И здесь, на пределе, открывается некое окно возможностей. С точки зрения «масс», произвола все еще недостаточно для «порядка», но с точки зрения элит, дальнейшая его эскалация создает слишком серьезные и плохо прогнозируемые угрозы для остальных — тех, кто не на троне. Пригожинский мятеж, вроде бы ничем не кончившись, показал элитам реальность таких угроз.

Фото: Василий Дерюгин / Коммерсантъ

Смута обычно кровопролитна, но из нее, как из всякого хаоса, всегда есть не единственный выход, и эскалация произвола даже в России, имеющей в этом богатый исторический опыт, — только один из них. «Произвол — это порядок» — лозунг, привлекательный для «народа», но не устраивающий конкурирующие между собой элиты. После смерти Сталина в 1953 году фигуры его окружения из-за страха друг перед другом выстроили динамическую систему норм и институтов, которая рухнула лишь спустя еще почти 40 лет под воздействием в первую очередь экономических причин, а не политической неустойчивости.

Либеральной интеллигенции, остающейся в России или временно покинувшей ее, в этих обстоятельствах надо продолжать настаивать на лозунгах правового государства, начиная хотя бы с его первой половины — государства полицейского. 

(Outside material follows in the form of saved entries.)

"""Moist air against published examples, an independent psychrometric library and real moist air."""

from __future__ import annotations

import numpy as np
import psychrolib
import pytest

from commission.properties import moist_air, moist_air_from_enthalpy, saturated_air, saturated_air_at_enthalpy
from commission.properties.psychrometrics import TRIPLE_POINT, dew_point, saturation_pressure

SEA_LEVEL = 101325.0


def test_example_of_a_psychrometric_chart() -> None:
    """ASHRAE Fundamentals ch. 1: 40 °C with wet bulb 20 °C is 6.5 g/kg, 56.7 kJ/kg, dew point 7 °C, 14 %, 0.896 m3/kg.

    Recalled from memory; chart reading, so half a unit of the last digit. The perfect-gas value of W is 6.40 g/kg.
    """
    air = moist_air(313.15, SEA_LEVEL, wet_bulb=293.15)
    assert pytest.approx(6.5e-3, abs=0.11e-3) == air.W
    assert air.h == pytest.approx(56.7e3, abs=100)
    assert air.dew_point - 273.15 == pytest.approx(7.2, abs=0.5)
    assert air.relative_humidity == pytest.approx(0.14, abs=0.005)
    assert 1 / air.density == pytest.approx(0.896, abs=0.001)


def test_example_of_a_heating_coil() -> None:
    """ASHRAE Fundamentals ch. 1: 10 m3/s of saturated air heated from 2 °C to 40 °C takes 490 to 492 kW, 12.74 kg/s."""
    cold = saturated_air(275.15, SEA_LEVEL)
    flow = 10 * cold.density
    warm = moist_air(313.15, SEA_LEVEL, humidity_ratio=cold.W)
    assert flow == pytest.approx(12.75, abs=0.02)
    assert flow * (warm.h - cold.h) == pytest.approx(491e3, abs=1.2e3)


def test_example_of_a_cooling_coil_with_condensate() -> None:
    """ASHRAE Fundamentals ch. 1: 5 m3/s from 30 °C 50 % to saturated 10 °C, condensate at 10 °C: 197 to 198 kW."""
    warm, cold = moist_air(303.15, SEA_LEVEL, relative_humidity=0.5), saturated_air(283.15, SEA_LEVEL)
    flow = 5 * warm.density
    assert pytest.approx(13.3e-3, abs=0.15e-3) == warm.W
    assert pytest.approx(7.66e-3, abs=0.06e-3) == cold.W
    water = 4.186e3 * 10
    assert flow * (warm.h - cold.h - (warm.W - cold.W) * water) == pytest.approx(198e3, abs=1.2e3)


@pytest.fixture
def si() -> None:
    """The independent library in SI units."""
    psychrolib.SetUnitSystem(psychrolib.SI)


@pytest.mark.usefixtures("si")
def test_agreement_with_an_independent_library() -> None:
    """PsychroLib 2.5 (same source, other code) at 400 seeded states from -40 to 55 °C, sea level to 4000 m."""
    rng = np.random.default_rng(20)
    for _ in range(400):
        t, p, rh = float(rng.uniform(-40, 55)), float(rng.uniform(62e3, 106e3)), float(rng.uniform(0.02, 1))
        W = psychrolib.GetHumRatioFromRelHum(t, rh, p)
        air = moist_air(t + 273.15, p, relative_humidity=rh)
        assert pytest.approx(W, rel=1e-9) == air.W
        assert air.h == pytest.approx(psychrolib.GetMoistAirEnthalpy(t, W), abs=1e-3)
        assert 1 / air.density == pytest.approx(psychrolib.GetMoistAirVolume(t, W, p), rel=1e-6)
        assert air.dew_point - 273.15 == pytest.approx(psychrolib.GetTDewPointFromHumRatio(t, W, p), abs=1e-6)
        wet = psychrolib.GetTWetBulbFromHumRatio(t, W, p)
        if abs(wet) > 0.8:  # nearer 0 °C a wet and an iced wick both fit, and the two codes choose differently
            assert air.wet_bulb - 273.15 == pytest.approx(wet, abs=2e-3)


def test_distance_to_real_moist_air_is_as_stated() -> None:
    """CoolProp's real moist air (Herrmann, Kretzschmar & Gatley 2009): W up to 0.9 % higher, wet bulb within 0.05 K."""
    from commission.properties.coolprop import load

    real = load().HAPropsSI
    for t in (-15.0, 2.0, 12.0, 24.0, 35.0, 45.0):
        for rh in (0.2, 0.5, 0.9):
            for p in (SEA_LEVEL, 80e3):
                air = moist_air(t + 273.15, p, relative_humidity=rh)
                W = real("W", "T", t + 273.15, "P", p, "R", rh)
                assert 0.0 < W / air.W - 1 < 9e-3
                assert air.wet_bulb == pytest.approx(real("B", "T", t + 273.15, "P", p, "R", rh), abs=0.05)


def test_ways_round_close() -> None:
    """Wet bulb, enthalpy and saturated enthalpy lead back to the state they came from."""
    rng = np.random.default_rng(21)
    for _ in range(300):
        T, p, rh = float(rng.uniform(225, 345)), float(rng.uniform(60e3, 106e3)), float(rng.uniform(0.0, 1))
        air = moist_air(T, p, relative_humidity=rh)
        assert pytest.approx(air.W, abs=1e-9) == moist_air(T, p, wet_bulb=air.wet_bulb).W
        assert pytest.approx(T, abs=1e-8) == moist_air_from_enthalpy(air.h, air.W, p).T
        full = saturated_air(T, p)
        assert pytest.approx(T, abs=1e-6) == saturated_air_at_enthalpy(full.h, p).T
        assert air.wet_bulb <= T
        if rh > 1e-6:
            assert pytest.approx(saturation_pressure(air.dew_point), rel=1e-9) == air.vapour_pressure
            assert air.dew_point <= air.wet_bulb + 1e-6 or abs(air.wet_bulb - TRIPLE_POINT) < 1


def test_ice_and_water_meet_at_the_triple_point() -> None:
    """611.657 Pa at 0.01 °C (IAPWS) on both branches; the ice branch is steeper."""
    below, above = saturation_pressure(TRIPLE_POINT - 1e-9), saturation_pressure(TRIPLE_POINT)
    assert below == pytest.approx(611.657, rel=2e-4)
    assert above == pytest.approx(611.657, rel=2e-4)
    assert dew_point(saturation_pressure(253.15)) == pytest.approx(253.15, abs=1e-8)
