"""A whole map of operating points at once: sources by sinks. SI units.

The cycle is charted once (see `chart`), and all points are balanced on it together by Newton's method, with the same
equations as a single point. The chart is checked against the cycle itself at the corners of the map. What does not lie
on one smooth branch (head pressure held, suction pressure limited, a fixed restriction, a flow set by its outlet) is
operated point by point.
"""

from __future__ import annotations

import math
from collections.abc import Iterator, Sequence
from dataclasses import dataclass, replace
from functools import cached_property

import numpy as np

from commission.errors import NotCalculatedError
from commission.machine.chart import TERMS, Chart, Ends
from commission.machine.circuit import PINCH, ROUNDING, SMALL
from commission.machine.condenser_circuit import COLDEST, FREE, CondenserCircuit
from commission.machine.exchanger import DEPTH, LEAST_WETTED
from commission.machine.operating_point import Balance, Media
from commission.machine.single_stage import SingleStage
from commission.machine.streams import Stream
from commission.machine.wet_air import coil_heats
from commission.properties.lines import Array

Flags = np.ndarray[tuple[int, ...], np.dtype[np.bool_]]
FEW, WIDE = 3, 2.0
"""Terms of the chart in what the suction gas is above evaporation, one more from a range of so many kelvin; two more
where too few."""
EXACT = 5e-7
"""How well, relative, the chart must repeat the cycle at the corners of the map."""
ENOUGH = 1e-8
"""Newton's method ends when no temperature moves by more than this, in K."""
STEP = 1e-3
"""Step of the differences for Newton's method, in K."""
FOUND = ("source", "sink", "power", "flow", "discharge")


@dataclass(frozen=True, slots=True)
class OperatingMap:
    """Operating points over sources (rows) and sinks (columns): arrays of one shape, NaN where there is no balance.

    Temperatures in K (dew points; `discharge_temperature` at the discharge port), pressures in Pa absolute at suction
    and discharge port, heat and power in W, flow in kg/s. `regimes` names the regime of each point, and `because` the
    reason where there is no balance. `charted` tells which points were balanced together, the others one by one.
    """

    evaporating_temperature: Array
    condensing_temperature: Array
    heat_from_source: Array
    heat_to_sink: Array
    power: Array
    flow: Array
    discharge_temperature: Array
    regimes: tuple[tuple[str, ...], ...]
    because: dict[tuple[int, int], str]
    charted: Flags


def operating_map(
    machine: SingleStage,
    sources: Sequence[Stream],
    sinks: Sequence[Stream],
    surroundings: Sequence[float],
    speed_share: float = 1.0,
) -> OperatingMap:
    """The operating points of `machine` for every source with every sink; `surroundings` (K) goes with the sinks.

    Raises:
        ValueError: no source or sink, or not one temperature of the surroundings for each sink.
    """
    if not sources or not sinks or len(surroundings) != len(sinks):
        raise ValueError("a map needs sources and sinks, and for each sink the temperature around the pipes")
    grid = _Grid(machine, tuple(sources), tuple(sinks), tuple(surroundings), speed_share)
    shape = len(sources), len(sinks)
    columns = {name: np.full(shape, np.nan) for name in ("evaporating", "condensing", *FOUND)}
    charted: Flags = np.zeros(shape, dtype=np.bool_)
    found = _balanced(grid)
    if found is not None:
        values, charted = found
        for name, value in values.items():
            columns[name][charted] = value[charted]
    regimes = [[FREE if here else "" for here in row] for row in charted.tolist()]
    because = _one_by_one(grid, charted, columns, regimes)
    return OperatingMap(
        evaporating_temperature=columns["evaporating"],
        condensing_temperature=columns["condensing"],
        heat_from_source=columns["source"],
        heat_to_sink=columns["sink"],
        power=columns["power"],
        flow=columns["flow"],
        discharge_temperature=columns["discharge"],
        regimes=tuple(tuple(row) for row in regimes),
        because=because,
        charted=charted,
    )


@dataclass(frozen=True)
class _Grid:
    """What is asked."""

    machine: SingleStage
    sources: tuple[Stream, ...]
    sinks: tuple[Stream, ...]
    surroundings: tuple[float, ...]
    speed_share: float

    def media(self, i: int, j: int, surroundings: float | None = None) -> Media:
        """The condition of one point."""
        around = self.surroundings[j] if surroundings is None else surroundings
        return Media(self.sources[i], self.sinks[j], around, self.speed_share)

    def corners(self) -> Iterator[tuple[int, int]]:
        """Coldest and warmest source with coldest and warmest sink."""
        by_source = [s.temperature for s in self.sources]
        by_sink = [s.temperature for s in self.sinks]
        for i in (by_source.index(min(by_source)), by_source.index(max(by_source))):
            for j in (by_sink.index(min(by_sink)), by_sink.index(max(by_sink))):
                yield i, j


def _one_by_one(
    grid: _Grid,
    done: Flags,
    columns: dict[str, Array],
    regimes: list[list[str]],
) -> dict[tuple[int, int], str]:
    """Operate the points that are not done, each started from the one before; the reasons where that cannot be."""
    because, near = {}, None
    for i, j in zip(*np.nonzero(~done), strict=True):
        place = int(i), int(j)
        try:
            point = grid.machine.operate(grid.media(*place), near)
        except NotCalculatedError as error:
            because[place], near = str(error), None
            continue
        near = point.balance
        compression = near.compression
        heats = near.heat_from_source, near.heat_to_sink
        others = compression.power, compression.flow, point.discharge_temperature
        columns["evaporating"][place] = near.evaporating_temperature
        columns["condensing"][place] = near.condensing_temperature
        for name, value in zip(FOUND, (*heats, *others), strict=True):
            columns[name][place] = value
        regimes[place[0]][place[1]] = near.regime
    return because


def _balanced(grid: _Grid) -> tuple[dict[str, Array], Flags] | None:
    """All points on the free branch together, and which of them hold; None where there is no one smooth branch."""
    machine = grid.machine
    smooth = (
        machine.restriction is None and machine.suction_regulator is None and not (machine.flash or machine.exchanger)
    )
    if not smooth or len(grid.sources) * len(grid.sinks) < 3 * TERMS:
        return None
    if len({s.air is None for s in grid.sources}) > 1:
        return None
    if any(s.outlet_wanted is not None for s in (*grid.sources, *grid.sinks)) or any(s.by_outlet for s in grid.sources):
        return None
    free = replace(machine, head_pressure=None, greatest_evaporating=None, greatest_feed=None)
    grid = replace(grid, machine=free)
    try:
        corners = {place: free.balance(grid.media(*place)) for place in grid.corners()}
        found = _chart(grid, corners)
    except NotCalculatedError:
        return None
    if found is None:
        return None
    low, condensing, settled = _newton(found, corners)
    values = found.at(low, condensing)
    values["discharge"] = found.discharge(condensing, values["given"] / values["flow"])
    settled &= (values["inside"] > 0) & (values["dry"] < 1 - LEAST_WETTED)
    control, limit = machine.head_pressure, machine.greatest_evaporating
    if control is not None:
        settled &= condensing >= control.hold
    if limit is not None:
        settled &= values["evaporating"] <= limit
    if machine.greatest_feed is not None:
        settled &= False
    return {"condensing": condensing, **{k: values[k] for k in ("evaporating", *FOUND)}}, settled


def _chart(grid: _Grid, corners: dict[tuple[int, int], Balance]) -> _Balances | None:
    """The equations on a chart with as few terms as repeat the corners; None where none do."""
    found, cycles, cooled = list(corners.values()), [], []
    for place, balance in corners.items():
        circuit = CondenserCircuit(grid.machine, grid.media(*place))
        second = circuit.second(balance)
        cycles.append(circuit.around(balance.evaporating_temperature, second, balance.superheat))
        cooled.append(circuit.subcooled(second))
    bent = 0.3 if grid.machine.suction_line.heating_share else 0.1  # between the corners a warm line may pass them
    ends = (
        _ends([b.evaporating_temperature for b in found], 0.5),
        _ends([b.condensing_temperature or np.nan for b in found], 0.5),
        _ends([c.suction.T - b.evaporating_temperature for c, b in zip(cycles, found, strict=True)], bent),
        _ends([b.superheat for b in found], 0.1),
        _ends(cooled, 0.1),
    )
    few = FEW if ends[2][1] - ends[2][0] < WIDE else FEW + 1
    for terms in (few, few + 2):
        balances = _Balances(grid, Chart.of(circuit, ends, terms), ends)
        if _repeats(balances, corners):
            return balances
        if ends[2][0] == ends[2][1]:
            return None
    return None


def _repeats(found: _Balances, corners: dict[tuple[int, int], Balance]) -> bool:
    """Whether the chart gives the heat of balances that were found without it."""
    shape = len(found.grid.sources), len(found.grid.sinks)
    first = next(iter(corners.values()))
    low, condensing = np.full(shape, first.unknowns[0]), np.full(shape, first.condensing_temperature or np.nan)
    for place, balance in corners.items():
        low[place], condensing[place] = balance.unknowns[0], balance.condensing_temperature
    at = found.at(low, condensing)
    return all(
        abs(at[name][place] / value - 1) < EXACT
        for place, b in corners.items()
        for name, value in (
            ("source", b.heat_from_source), ("sink", b.heat_to_sink), ("power", b.compression.power),
        )
    )  # fmt: skip
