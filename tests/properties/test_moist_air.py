"""What moist air refuses, and its limits."""

from __future__ import annotations

import math

import pytest

from commission.properties import PropertyRangeError, moist_air, moist_air_from_enthalpy, saturated_air_at_enthalpy
from commission.properties.psychrometrics import dew_point

P = 101325.0


def test_dry_air_has_no_dew_point_and_the_lowest_wet_bulb() -> None:
    """Dry air: dew point 0 K, wet bulb far below, specific heat that of air."""
    air = moist_air(303.15, P, relative_humidity=0.0)
    assert (air.W, air.dew_point, air.cp) == (0.0, 0.0, 1006.0)
    assert 280 < air.wet_bulb < 285


def test_saturated_air_has_one_temperature() -> None:
    """At saturation dry bulb, wet bulb and dew point are one."""
    air = moist_air(290.0, P, relative_humidity=1.0)
    assert air.wet_bulb == pytest.approx(290.0, abs=1e-6)
    assert air.dew_point == pytest.approx(290.0, abs=1e-8)


@pytest.mark.parametrize(
    ("given", "words"),
    [
        ({"relative_humidity": 1.2}, "120.0 %"),
        ({"relative_humidity": -0.1}, "-10.0 %"),
        ({"relative_humidity": math.nan}, "nan"),
        ({"wet_bulb": 305.0}, "above the dry bulb of 26.9 °C"),
        ({"wet_bulb": 270.0}, "lower than that of dry air"),
        ({"humidity_ratio": 0.05}, "50.00 g/kg at 26.9 °C is above saturation"),
        ({"humidity_ratio": -0.001}, "cannot be"),
    ],
)
def test_impossible_air_is_refused_with_the_value(given: dict[str, float], words: str) -> None:
    """The message shows the value that cannot be."""
    with pytest.raises(PropertyRangeError) as caught:
        moist_air(300.0, P, **given)
    assert words in str(caught.value)
    assert caught.value.substance == "moist air"


def test_temperatures_outside_the_formulas_are_refused() -> None:
    """-100 °C and 200 °C are the ends, boiling another."""
    for T in (170.0, 480.0, math.nan):
        with pytest.raises(PropertyRangeError, match=r"outside -100\.0 °C to 200\.0 °C"):
            moist_air(T, P, relative_humidity=0.5)
    with pytest.raises(PropertyRangeError, match="water would boil"):
        moist_air(380.0, P, relative_humidity=1.0)
    with pytest.raises(PropertyRangeError, match="no dew point"):
        dew_point(-1.0)
    with pytest.raises(PropertyRangeError, match="no saturated air"):
        saturated_air_at_enthalpy(-5e5, P)
    with pytest.raises(PropertyRangeError, match="above saturation"):
        moist_air_from_enthalpy(20e3, 0.02, P)


def test_exactly_one_measure_of_water_is_wanted() -> None:
    """None or two of them is a mistake of the caller."""
    with pytest.raises(TypeError, match="exactly one"):
        moist_air(300.0, P)
    with pytest.raises(TypeError, match="exactly one"):
        moist_air(300.0, P, relative_humidity=0.5, wet_bulb=290.0)


def test_height_raises_the_humidity_ratio() -> None:
    """At the same temperature and relative humidity thinner air carries more water per kg."""
    low, high = (moist_air(298.15, p, relative_humidity=0.5) for p in (101325.0, 80000.0))
    assert high.W > 1.25 * low.W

Государственное принуждение должно реализоваться только в легальном поле, его основания должны быть четко прописаны, правоприменительные органы должны применять понятную норму, не выходя за ее пределы,

«просвещение внедрять с умеренностью, по возможности избегая кровопролития» (М. Салтыков-Щедрин). Не имея реального представительства и даже шансов на него в структурах власти, либералы сегодня могут «продать» вариант порядка, опирающегося на нормативную основу, в первую очередь — перепуганным бизнес-элитам. Это очередной исторический шанс слезть с «особого пути» в цивилизационный тупик.